◆ WHAT THE TASK REQUIRES:
Each record is to be given again precisely as written.

• • • •

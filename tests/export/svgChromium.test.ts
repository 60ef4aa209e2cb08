// The exported SVG rendered by headless Chromium: loaded as a standalone image file (an <img> only
// shows a self-contained, well-formed SVG document) and inline, where the drawn parts must fall
// inside the viewBox. Chromium comes from tests/browser/harness.ts (skipped with the install hint
// where it is missing).
import { afterAll, beforeAll, expect, it } from 'vitest';
import type { Browser } from 'playwright-core';
import { annotatedSvg } from '../../src/export/exportDrawing';
import { bodeModel } from '../../src/plots/model/bodeModel';
import { bodeInputFrom } from '../../src/plots/fromEngine';
import { toSvg } from '../../src/plots/toSvg';
import { analyze } from '../../src/engine/index';
import { documentToNetlist } from '../../src/schematic/toNetlist';
import { exampleDrawing } from './fixtures';
import { browserSuite, launchBrowser } from '../browser/harness';

browserSuite('SVG export in headless Chromium', () => {
  let browser: Browser;
  beforeAll(async () => {
    ({ browser } = await launchBrowser());
  });
  afterAll(async () => { await browser?.close(); });

  it('loads the annotated schematic as a standalone image and draws every part inside the viewBox', async () => {
    const doc = await exampleDrawing('two-stage-miller-unity');
    const svg = annotatedSvg(doc, { date: '2026-01-15' });
    const page = await browser.newPage();
    const errors: string[] = [];
    page.on('console', (m) => { if (m.type() === 'error') errors.push(m.text()); });
    const dataUrl = `data:image/svg+xml;base64,${Buffer.from(svg, 'utf8').toString('base64')}`;
    await page.setContent(`<img id="img" src="${dataUrl}">`);
    const size = await page.evaluate(async () => {
      const img = document.getElementById('img') as HTMLImageElement;
      await img.decode();
      return { w: img.naturalWidth, h: img.naturalHeight };
    });
    const vb = /viewBox="([^"]+)"/.exec(svg)![1].split(' ').map(Number);
    expect(size.w).toBe(Math.round(vb[2]));
    expect(size.h).toBe(Math.round(vb[3]));

    await page.setContent(svg.replace(/^<\?xml[^>]*>\s*/, ''));
    const r = await page.evaluate(() => {
      const root = document.querySelector('svg') as SVGSVGElement;
      const vbox = root.viewBox.baseVal;
      const parts = [...document.querySelectorAll('g.part')] as SVGGElement[];
      const outside = parts.filter((g) => {
        const b = g.getBBox();
        return b.x < vbox.x - 0.5 || b.y < vbox.y - 0.5 || b.x + b.width > vbox.x + vbox.width + 0.5 || b.y + b.height > vbox.y + vbox.height + 0.5;
      }).map((g) => g.id);
      const texts = [...document.querySelectorAll('text')].filter((t) => (t as SVGTextElement).getComputedTextLength() > 0).length;
      return { parts: parts.length, outside, texts, nets: document.querySelectorAll('g.net').length };
    });
    expect(r.parts).toBe(Object.keys(doc.parts).length);
    expect(r.outside).toEqual([]);
    expect(r.texts).toBeGreaterThan(10); // vector text laid out by the browser
    expect(r.nets).toBeGreaterThan(3);
    expect(errors).toEqual([]);
    await page.close();
  });

  it('loads a Bode plot as a standalone image', async () => {
    const doc = await exampleDrawing('sensor-cs-miller');
    const res = analyze(documentToNetlist(doc).netlist!);
    const svg = toSvg(bodeModel(bodeInputFrom(res, 'sensor')!, { width: 480, height: 360 }));
    const page = await browser.newPage();
    await page.setContent(`<img id="img" src="data:image/svg+xml;base64,${Buffer.from(svg, 'utf8').toString('base64')}">`);
    const w = await page.evaluate(async () => { const img = document.getElementById('img') as HTMLImageElement; await img.decode(); return img.naturalWidth; });
    expect(w).toBe(480);
    await page.close();
  });
});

• • • •

◆ ANSWER TO THIS TASK:
filename tests/export/svgChromium.test.ts
repository 60ef4aa209e2cb08
// The exported SVG rendered by headless Chromium: loaded as a standalone image file (an <img> only
// shows a self-contained, well-formed SVG document) and inline, where the drawn parts must fall
// inside the viewBox. Chromium comes from tests/browser/harness.ts (skipped with the install hint
// where it is missing).
import { afterAll, beforeAll, expect, it } from 'vitest';
import type { Browser } from 'playwright-core';
import { annotatedSvg } from '../../src/export/exportDrawing';
import { bodeModel } from '../../src/plots/model/bodeModel';
import { bodeInputFrom } from '../../src/plots/fromEngine';
import { toSvg } from '../../src/plots/toSvg';
import { analyze } from '../../src/engine/index';
import { documentToNetlist } from '../../src/schematic/toNetlist';
import { exampleDrawing } from './fixtures';
import { browserSuite, launchBrowser } from '../browser/harness';

browserSuite('SVG export in headless Chromium', () => {
  let browser: Browser;
  beforeAll(async () => {
    ({ browser } = await launchBrowser());
  });
  afterAll(async () => { await browser?.close(); });

  it('loads the annotated schematic as a standalone image and draws every part inside the viewBox', async () => {
    const doc = await exampleDrawing('two-stage-miller-unity');
    const svg = annotatedSvg(doc, { date: '2026-01-15' });
    const page = await browser.newPage();
    const errors: string[] = [];
    page.on('console', (m) => { if (m.type() === 'error') errors.push(m.text()); });
    const dataUrl = `data:image/svg+xml;base64,${Buffer.from(svg, 'utf8').toString('base64')}`;
    await page.setContent(`<img id="img" src="${dataUrl}">`);
    const size = await page.evaluate(async () => {
      const img = document.getElementById('img') as HTMLImageElement;
      await img.decode();
      return { w: img.naturalWidth, h: img.naturalHeight };
    });
    const vb = /viewBox="([^"]+)"/.exec(svg)![1].split(' ').map(Number);
    expect(size.w).toBe(Math.round(vb[2]));
    expect(size.h).toBe(Math.round(vb[3]));

    await page.setContent(svg.replace(/^<\?xml[^>]*>\s*/, ''));
    const r = await page.evaluate(() => {
      const root = document.querySelector('svg') as SVGSVGElement;
      const vbox = root.viewBox.baseVal;
      const parts = [...document.querySelectorAll('g.part')] as SVGGElement[];
      const outside = parts.filter((g) => {
        const b = g.getBBox();
        return b.x < vbox.x - 0.5 || b.y < vbox.y - 0.5 || b.x + b.width > vbox.x + vbox.width + 0.5 || b.y + b.height > vbox.y + vbox.height + 0.5;
      }).map((g) => g.id);
      const texts = [...document.querySelectorAll('text')].filter((t) => (t as SVGTextElement).getComputedTextLength() > 0).length;
      return { parts: parts.length, outside, texts, nets: document.querySelectorAll('g.net').length };
    });
    expect(r.parts).toBe(Object.keys(doc.parts).length);
    expect(r.outside).toEqual([]);
    expect(r.texts).toBeGreaterThan(10); // vector text laid out by the browser
    expect(r.nets).toBeGreaterThan(3);
    expect(errors).toEqual([]);
    await page.close();
  });

  it('loads a Bode plot as a standalone image', async () => {
    const doc = await exampleDrawing('sensor-cs-miller');
    const res = analyze(documentToNetlist(doc).netlist!);
    const svg = toSvg(bodeModel(bodeInputFrom(res, 'sensor')!, { width: 480, height: 360 }));
    const page = await browser.newPage();
    await page.setContent(`<img id="img" src="data:image/svg+xml;base64,${Buffer.from(svg, 'utf8').toString('base64')}">`);
    const w = await page.evaluate(async () => { const img = document.getElementById('img') as HTMLImageElement; await img.decode(); return img.naturalWidth; });
    expect(w).toBe(480);
    await page.close();
  });
});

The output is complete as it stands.